# Variance in central limit theorem

Why is it that $\sqrt{n}(X_{n}-\mu)$ converges in distribution to $N(0,\sigma^{2})$ but $\sqrt{n}(X_{n}-\mu)/\sigma$ converges in distribution to $N(0,1)$?

• Shouldn't it be $\sqrt{n}(X_{n}-\mu)/\sigma^2$? – gung - Reinstate Monica Oct 2 '14 at 17:06
• Because $\text{var}(kX) = k^2 \text{var}(X)$ ? – Glen_b -Reinstate Monica Oct 2 '14 at 17:12
• I think you mean $\bar X_n$ (i.e., the sample mean), not $X_n$ (the $n$th observation – Russ Lenth Oct 2 '14 at 17:17
• @gung, no, I believe it the denominator is correct as stated – Russ Lenth Oct 2 '14 at 17:19
• True.
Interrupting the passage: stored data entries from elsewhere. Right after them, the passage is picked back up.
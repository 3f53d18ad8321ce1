#include "log_access.hpp"

#include <cstdlib>
#include <system_error>

#include "user_folders.hpp"

namespace bathwright::command {
namespace {

namespace fs = std::filesystem;

const logbook::SystemClock& wall_clock() {
  static const logbook::SystemClock clock;
  return clock;
}

std::string environment(const char* name) {
  const char* value = std::getenv(name);
  return value ? value : "";
}

}  // namespace

fs::path log_path(const Context& context) {
  return context.log_file.empty() ? data_folder() / "shift-log.sqlite" : fs::path(context.log_file);
}

std::string signer(const Context& context) {
  if (!context.by.empty()) return context.by;
  const std::string user = environment("USER");
  return user.empty() ? "unsigned" : user;
}

Result<logbook::Logbook> open_log_to_read(const Context& context) {
  std::error_code failure;
  if (!fs::exists(log_path(context), failure) && !failure)
    return Problem{Fault::bad_input, log_path(context).string(), "no log is here", "the file of a shift log",
                   "Name one with --log FILE, or write the first entry with bathwright log add."};
  return logbook::Logbook::open(log_path(context), logbook::OpenMode::read_only, wall_clock());
}

Result<Logged> append_to_log(const Context& context, logbook::NewEntry entry) {
  const fs::path path = log_path(context);
  std::error_code failure;
  const bool new_log = !fs::exists(path, failure);
  if (context.log_file.empty()) {
    fs::create_directories(path.parent_path(), failure);
    if (failure)
      return Problem{Fault::io, path.parent_path().string(), failure.message(), "a folder for the shift log",
                     "Name a log with --log FILE."};
  }
  auto log = logbook::Logbook::open(path, logbook::OpenMode::create, wall_clock(),
                                    {.program = program_and_version()});
  if (!log) return log.problems();
  auto opened = std::move(log).value();
  entry.by = signer(context);
  entry.shift = context.shift;
  auto logged = opened.append(entry);
  if (!logged) return logged.problems();
  return Logged{*std::move(logged), path, new_log};
}

std::string words(const Logged& logged) {
  return std::string(logged.new_log ? "New log. " : "") + "Logged as entry " +
         std::to_string(logged.entry.seq) + " by " + logged.entry.by + " in " + logged.path.string() + ".";
}

namespace {

/// "entry 4 (addition)", "entries 4, 5 (additions)"; "" where there is none.
Result<std::string> entries_after(const logbook::Logbook& log, const logbook::Entry& analysis,
                                  logbook::EntryKind kind) {
  logbook::Filter filter;
  filter.tank = analysis.tank;
  filter.kind = kind;
  filter.after_seq = analysis.seq;
  const auto entries = log.list(filter);
  if (!entries) return entries.problems();
  if (entries->empty()) return std::string();
  const bool one = entries->size() == 1;
  std::string text = one ? "entry " : "entries ";
  for (const auto& entry : *entries)
    text += (entry.seq == entries->front().seq ? "" : ", ") + std::to_string(entry.seq);
  return text + " (" + std::string(logbook::name(kind)) + (one ? ")" : "s)");
}

Result<std::vector<std::string>> changes_after(const logbook::Logbook& log, const logbook::Entry& analysis) {
  std::vector<std::string> changes;
  for (const auto kind : {logbook::EntryKind::addition, logbook::EntryKind::dump}) {
    const auto entries = entries_after(log, analysis, kind);
    if (!entries) return entries.problems();
    if (!entries->empty())
      changes.push_back(*entries + (entries->starts_with("entry ") ? " is" : " are") +
                        " not in these readings.");
  }
  const auto plans = entries_after(log, analysis, logbook::EntryKind::plan);
  if (!plans) return plans.problems();
  if (!plans->empty())
    changes.push_back(*plans + (plans->starts_with("entry ") ? " was" : " were") +
                      " made from these readings: what was added since is not in them.");
  return changes;
}

}  // namespace

Result<std::optional<LastAnalysis>> last_analysis(const Context& context, const std::string& tank) {
  std::error_code failure;
  if (context.log_file.empty() || !fs::exists(log_path(context), failure))
    return std::optional<LastAnalysis>{};
  const auto log = open_log_to_read(context);
  if (!log) return log.problems();
  const auto entry = log->latest(tank, logbook::EntryKind::analysis);
  if (!entry) return entry.problems();
  if (!*entry) return std::optional<LastAnalysis>{};
  const std::string place = "log entry " + std::to_string((*entry)->seq);
  Json body = Json::parse((*entry)->body, nullptr, false);
  const auto number = [&](const char* key) -> std::optional<double> {
    if (!body.is_object() || !body.contains(key) || !body[key].is_number()) return std::nullopt;
    return body[key].get<double>();
  };
  LastAnalysis last;
  if (body.is_object() && body.contains("results") && body["results"].is_array())
    for (const Json& result : body["results"])
      if (result.is_object() && result.value("unit", "") == "g/L" && result.contains("quantity") &&
          result["quantity"].is_string() && result.contains("value") && result["value"].is_number())
        last.book.g_per_L[result["quantity"].get<std::string>()] = result["value"].get<double>();
  const auto volume_L = number("volume_L"), temperature_C = number("temperature_C");
  last.book.pH = number("pH");
  if (last.book.g_per_L.empty() || !volume_L || !temperature_C || !last.book.pH)
    return Problem{Fault::bad_input, place, "an analysis this program did not write",
                   "results, volume_L, temperature_C and pH",
                   "Analyse the tank again, or correct the entry."};
  last.volume = {*volume_L};
  last.temperature = {*temperature_C};
  last.book.from = place + ", " + (*entry)->at;
  last.seq = (*entry)->seq;
  last.document = std::move(body);
  auto changes = changes_after(*log, **entry);
  if (!changes) return changes.problems();
  last.changed_since = *std::move(changes);
  return std::optional<LastAnalysis>{std::move(last)};
}

void add_signature(CLI::App& verb, Context& context) {
  verb.add_option("--by", context.by, "who signs the entry; else the user of the computer");
  verb.add_option("--shift", context.shift, "name of the shift");
}

}  // namespace bathwright::command
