#include "convex_dual.hpp"

#include <algorithm>
#include <array>
#include <cmath>
#include <numbers>

#include "active_set.hpp"
#include "elimination.hpp"

namespace bathwright::speciation {
namespace {

constexpr double largest_ln_molality = 30;  // keeps sums finite wherever a trial step lands

/// mol of every species.
void amounts(const Workspace& w, SpeciesVector& n, double highest = largest_ln_molality) {
  w.molality(n, highest);
  n *= w.water_kg;
}

Vector component_sums(const Workspace& w, const SpeciesVector& n) {
  Vector sum = Vector::Zero(w.components() + 1);
  for (Index j = 0; j < w.count(); ++j)
    for (const auto* e = w.begin(j); e != w.end(j); ++e) sum(e->row) += e->value * n(j);
  sum.conservativeResize(w.components());
  return sum;
}

/// The directions x may move in without leaving the active conditions, and the rows that were given up for
/// them.
struct NullSpace {
  Table Z;                              ///< components x free directions
  std::array<Index, most_rows> pivots;  ///< per active phase, the row it limits
  std::array<std::size_t, most_rows> active;
  Index rows = 0;  ///< active phases
  bool independent = true;
};

void find_null_space(const Workspace& w, NullSpace& space) {
  space.rows = 0;
  space.independent = true;
  const Index n = w.components();
  for (std::size_t k = 0; k < w.phases.size(); ++k)
    if (w.phases[k].active) {
      if (space.rows == n) {
        space.independent = false;
        return;
      }
      space.active[static_cast<std::size_t>(space.rows++)] = k;
    }
  Index rows = space.rows;
  if (rows == 0) return;
  Table E(rows, n);
  for (Index r = 0; r < rows; ++r)
    E.row(r) = w.phases[space.active[static_cast<std::size_t>(r)]].condition.transpose();
  std::array<bool, most_rows> taken{};
  for (Index r = 0; r < rows; ++r) {
    // The phase takes the place of the component it would use up first.
    Index pivot = -1;
    double least = 0;
    for (Index i = 0; i < n; ++i) {
      if (taken[static_cast<std::size_t>(i)] || std::abs(E(r, i)) < 1e-9) continue;
      const double lasts = std::abs(w.total(i) / E(r, i));
      if (pivot < 0 || lasts < least) pivot = i, least = lasts;
    }
    if (pivot < 0) {
      // At a fixed activity of water this condition says what the others say: two hydrates of one salt side
      // by side. It waits for the coupled Newton, where water gives way.
      space.active[static_cast<std::size_t>(r)] = space.active[static_cast<std::size_t>(rows - 1)];
      E.row(r) = E.row(rows - 1);
      --r, --rows;
      continue;
    }
    taken[static_cast<std::size_t>(pivot)] = true;
    space.pivots[static_cast<std::size_t>(r)] = pivot;
    E.row(r) /= E(r, pivot);
    for (Index other = 0; other < rows; ++other)
      if (other != r && E(other, pivot) != 0) E.row(other) -= E(other, pivot) * E.row(r);
  }
  space.rows = rows;
  space.Z.setZero(n, n - rows);
  Index column = 0;
  for (Index i = 0; i < n; ++i) {
    if (taken[static_cast<std::size_t>(i)]) continue;
    space.Z(i, column) = 1;
    for (Index r = 0; r < rows; ++r) space.Z(space.pivots[static_cast<std::size_t>(r)], column) = -E(r, i);
    ++column;
  }
}

/// Moves x onto the active conditions, changing only the pivot components.
void meet_conditions(Workspace& w, const NullSpace& space) {
  const Index rows = space.rows;
  if (rows == 0) return;
  Table E(rows, rows);
  Vector gap(rows);
  for (Index r = 0; r < rows; ++r) {
    const Phase& phase = w.phases[space.active[static_cast<std::size_t>(r)]];
    gap(r) = phase.ln_K - phase.water * w.ln_aw - phase.condition.dot(w.x);
    for (Index c = 0; c < rows; ++c) E(r, c) = phase.condition(space.pivots[static_cast<std::size_t>(c)]);
  }
  const Vector step = E.partialPivLu().solve(gap);
  for (Index c = 0; c < rows; ++c) w.x(space.pivots[static_cast<std::size_t>(c)]) += step(c);
}

/// What the totals are worth with the counter-ion that came along with a held pH.
Vector effective_total(const Workspace& w) {
  Vector total = w.total;
  for (const Phase& phase : w.phases)
    if (phase.kind == Phase::Kind::ph) total += -phase.mol * (phase.supply - phase.condition);
  return total;
}

/// Multipliers: the amounts of the active phases that close the balances of their pivot rows.
void set_phase_amounts(Workspace& w, const NullSpace& space, const Vector& open_balance) {
  const Index rows = space.rows;
  if (rows == 0) return;
  Table S(rows, rows);
  Vector open(rows);
  for (Index r = 0; r < rows; ++r) {
    open(r) = open_balance(space.pivots[static_cast<std::size_t>(r)]);
    for (Index c = 0; c < rows; ++c)
      S(r, c) = w.phases[space.active[static_cast<std::size_t>(c)]].condition(
          space.pivots[static_cast<std::size_t>(r)]);
  }
  const Vector mol = S.partialPivLu().solve(open);
  for (Index c = 0; c < rows; ++c) w.phases[space.active[static_cast<std::size_t>(c)]].mol = mol(c);
}

/// The gradient of the convex function and its curvature over the free directions.
struct Slope {
  Vector gradient, throughput;
};

/// f' = Z'(A n - b) and, in w.curvature (lower half, rows of `stride`), Z' A diag(n) A' Z.
void differentiate(Workspace& w, const NullSpace& space, const SpeciesVector& n, const Vector& total,
                   Slope& slope, std::size_t stride) {
  const auto rows = static_cast<std::size_t>(w.components());
  double* H = w.curvature.data();
  std::fill_n(H, rows * stride, 0);
  std::array<double, most_rows> sum{}, through{};
  for (Index j = 0; j < w.count(); ++j) {
    const double mol = n(j);
    for (const auto *e = w.begin(j), *end = w.end(j); e != end && e->row < rows; ++e) {
      const double weight = mol * e->value;
      sum[e->row] += weight;
      through[e->row] += std::abs(weight);
      double* row = H + e->row * stride;
      for (const auto* other = w.begin(j); other <= e; ++other) row[other->row] += weight * other->value;
    }
  }
  const Index size = w.components();
  slope.gradient.resize(size);
  slope.throughput.resize(size);
  for (Index i = 0; i < size; ++i) {
    slope.gradient(i) = sum[static_cast<std::size_t>(i)] - total(i);
    slope.throughput(i) = through[static_cast<std::size_t>(i)];
  }
  if (space.rows == 0) return;
  Table full(size, size);
  for (Index r = 0; r < size; ++r)
    for (Index c = 0; c <= r; ++c)
      full(r, c) = full(c, r) = H[static_cast<std::size_t>(r) * stride + static_cast<std::size_t>(c)];
  const Table half = full.lazyProduct(space.Z);
  const Table reduced = space.Z.transpose().lazyProduct(half);
  for (Index r = 0; r < reduced.rows(); ++r)
    for (Index c = 0; c <= r; ++c)
      H[static_cast<std::size_t>(r) * stride + static_cast<std::size_t>(c)] = reduced(r, c);
  slope.gradient = Vector(space.Z.transpose().lazyProduct(slope.gradient));
  slope.throughput = Vector(space.Z.cwiseAbs().transpose().lazyProduct(slope.throughput));
}

/// Newton on the convex function within the active conditions; true once every free balance is within
/// tolerance.
bool newton(Workspace& w, const NullSpace& space, double tolerance, int& iterations) {
  constexpr int most = 200;
  constexpr double longest_step = 4, damping = 1e-14, least_pivot = 1e-15;
  const Vector total = effective_total(w);
  Vector scale_total = total.cwiseAbs();
  if (space.rows > 0) scale_total = Vector(space.Z.cwiseAbs().transpose().lazyProduct(scale_total));
  const std::size_t stride = padded(static_cast<std::size_t>(w.components()));
  SpeciesVector n;
  amounts(w, n);
  double value = n.sum() - total.dot(w.x);
  Slope slope;
  Vector d, y, move, start;
  for (int step = 0; step < most; ++step) {
    ++iterations;
    differentiate(w, space, n, total, slope, stride);
    const Index free = slope.gradient.size();
    bool met = true;
    for (Index i = 0; i < free; ++i)
      met =
          met && std::abs(slope.gradient(i)) <=
                     tolerance * std::max(scale_total(i) > 0 ? scale_total(i) : slope.throughput(i), 1e-300);
    if (met) return true;
    // Unit diagonal before the factorisation: totals may differ by ten decades.
    double* H = w.curvature.data();
    d.resize(free);
    y.resize(free);
    for (Index i = 0; i < free; ++i)
      d(i) = 1 / std::sqrt(H[static_cast<std::size_t>(i) * (stride + 1)] + 1e-290);
    for (Index r = 0; r < free; ++r) {
      double* row = H + static_cast<std::size_t>(r) * stride;
      for (Index c = 0; c <= r; ++c) row[c] *= d(r) * d(c);
      row[r] += damping;
      y(r) = -d(r) * slope.gradient(r);
    }
    if (!solve_positive_definite(H, y.data(), static_cast<std::size_t>(free), stride, least_pivot))
      return false;
    y.array() *= d.array();
    if (space.rows == 0)
      move = y;
    else
      move = space.Z.lazyProduct(y);
    const double longest = move.cwiseAbs().maxCoeff();
    if (!std::isfinite(longest)) return false;
    double fraction = longest > longest_step ? longest_step / longest : 1;
    const double descent = slope.gradient.dot(y);
    start = w.x;
    bool accepted = false;
    for (int halving = 0; halving < 40 && !accepted; ++halving, fraction /= 2) {
      w.x = start + fraction * move;
      amounts(w, n);
      const double trial = n.sum() - total.dot(w.x);
      // Near the minimum the decrease drowns in rounding: a step that does not raise the value noticeably is
      // fine.
      if (trial <= value + 1e-4 * fraction * descent + 1e-14 * std::abs(value)) {
        value = trial;
        accepted = true;
      }
    }
    if (!accepted) return false;
  }
  return false;
}

enum class Scale : std::uint8_t { up_and_down, down_only };

/// Scales every basis species but H^+ to its total (where that is above 0), one after the other; each step is
/// a Newton step in the logarithm.
void scale_to(Workspace& w, const Vector& wanted, Scale direction, int sweeps, SpeciesVector& amount) {
  constexpr double largest_ln_start = 600;  // a strong complex of totals that are still free
  amounts(w, amount, largest_ln_start);
  for (int sweep = 0; sweep < sweeps; ++sweep)
    for (Index i = 0; i < w.components(); ++i) {
      if (i == w.proton || !(wanted(i) > 0)) continue;
      double sum = 0, weighted = 0;
      for (const auto& [j, count] : w.holders(i))
        if (count > 0) {
          sum += count * amount(j);
          weighted += count * count * amount(j);
        }
      if (direction == Scale::down_only && sum <= wanted(i)) continue;
      const double step = std::log(wanted(i) / sum) * sum / weighted;
      w.x(i) += step;
      // Only the species that hold it move; most hold it once.
      const double once = std::exp(step);
      for (const auto& [j, count] : w.holders(i)) amount(j) *= count == 1 ? once : std::exp(count * step);
    }
}

}  // namespace

bool solve_convex(Workspace& w, double tolerance, int& iterations) {
  constexpr double saturated = 1e-7;
  const int most_changes = 20 + 4 * static_cast<int>(w.phases.size());
  NullSpace space;
  SpeciesVector n;
  for (int change = 0; change < most_changes; ++change) {
    find_null_space(w, space);
    if (!space.independent) return false;
    meet_conditions(w, space);
    if (!newton(w, space, tolerance, iterations)) return false;
    if (space.rows > 0) {
      amounts(w, n);
      set_phase_amounts(w, space, effective_total(w) - component_sums(w, n));
    }

    bool changed = false;
    for (Phase& phase : w.phases)
      if (phase.kind == Phase::Kind::precipitate && phase.active && phase.mol < 0) {
        phase.active = false;
        phase.mol = 0;
        changed = true;
        if (change > most_changes / 3) break;  // one at a time once dropping all has not settled it
      }
    if (changed) continue;
    std::size_t worst = w.phases.size();
    double largest = saturated;
    for (std::size_t k = 0; k < w.phases.size(); ++k)
      if (!w.phases[k].active) {
        const double above = ln_saturation(w, w.phases[k]);
        if (above > largest) worst = k, largest = above;
      }
    if (worst == w.phases.size()) return true;
    if (!let_in(w, worst, WaterActivity::fixed)) return false;
  }
  return false;
}

void cold_start(Workspace& w) {
  const Index n = w.components();
  constexpr double trace = 1e-9;
  const Vector total = effective_total(w);
  Vector wanted(n);  // mol of each component to aim for
  for (Index i = 0; i < n; ++i) wanted(i) = total(i) > 0 ? total(i) : trace;
  // What comes only from a phase in excess or a held gas starts where that phase is saturated, in equal
  // activities.
  constexpr double neutral = -7 * std::numbers::ln10;
  for (const Phase& phase : w.phases) {
    if (phase.kind != Phase::Kind::excess && phase.kind != Phase::Kind::gas) continue;
    double ln_rest = phase.ln_K, share = 0;
    for (Index i = 0; i < n; ++i) {
      if (i == w.proton || total(i) > 0)
        ln_rest -= phase.condition(i) * (i == w.proton ? neutral : std::log(total(i) / w.water_kg));
      else
        share += phase.condition(i);
    }
    for (Index i = 0; i < n; ++i)
      if (share > 0 && phase.condition(i) > 0 && i != w.proton && !(total(i) > 0))
        wanted(i) = w.water_kg * std::exp(std::clamp(ln_rest / share, -60.0, 2.0));
  }
  w.x = (wanted / w.water_kg).array().log().matrix();

  const auto scale = [&](double x_proton, int sweeps) {
    w.x(w.proton) = x_proton;
    SpeciesVector amount;
    scale_to(w, wanted, Scale::up_and_down, sweeps, amount);
    double protons = -w.total(w.proton);
    for (const auto& [j, count] : w.holders(w.proton)) protons += count * amount(j);
    return protons;
  };
  for (Phase& phase : w.phases) {
    if (phase.kind != Phase::Kind::ph || !phase.active) continue;
    // The acid that holds the pH brings its counter-ion: a few rounds settle how much.
    constexpr int rounds = 4;
    for (int round = 0; round < rounds; ++round) {
      phase.mol = -scale(phase.ln_K, 4);
      for (Index i = 0; i < n; ++i)
        if (i != w.proton && phase.supply(i) != 0)
          wanted(i) = std::max(w.total(i) - phase.mol * phase.supply(i), trace);
    }
    return;
  }
  double low = -20 * std::numbers::ln10, high = 3 * std::numbers::ln10;  // pH 20 to -3
  for (int halving = 0; halving < 7; ++halving) {                        // to a fifth of a pH unit
    const double middle = (low + high) / 2;
    (scale(middle, 2) > 0 ? high : low) = middle;
  }
  scale(low, 4);
}

void pull_back(Workspace& w) {
  SpeciesVector amount;
  scale_to(w, effective_total(w), Scale::down_only, 2, amount);
}

}  // namespace bathwright::speciation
My comment was based on the most conventional notations, and imputing the independence assumption since that is an instance of when the given statements are true. – Russ Lenth Oct 2 '14 at 18:33

For instance if $X_n$ is measured in meters, use a rod $\sigma$ meters long to measure $X_n$. Let's call the new unit an "sm." That changes $\sqrt{n}(X_n-\mu)$ meters into $\sqrt{n}(X_n-\mu)/\sigma$ sms. The former converges to $N(0\text{ meter},\sigma^2\text{ meter}^2)$ which, in the new measurement system, is $N(0\text{ sm},1\text{ sm}^2)$. Therefore $\sqrt{n}(X_n-\mu)/\sigma$ must converge to $N(0,1)$.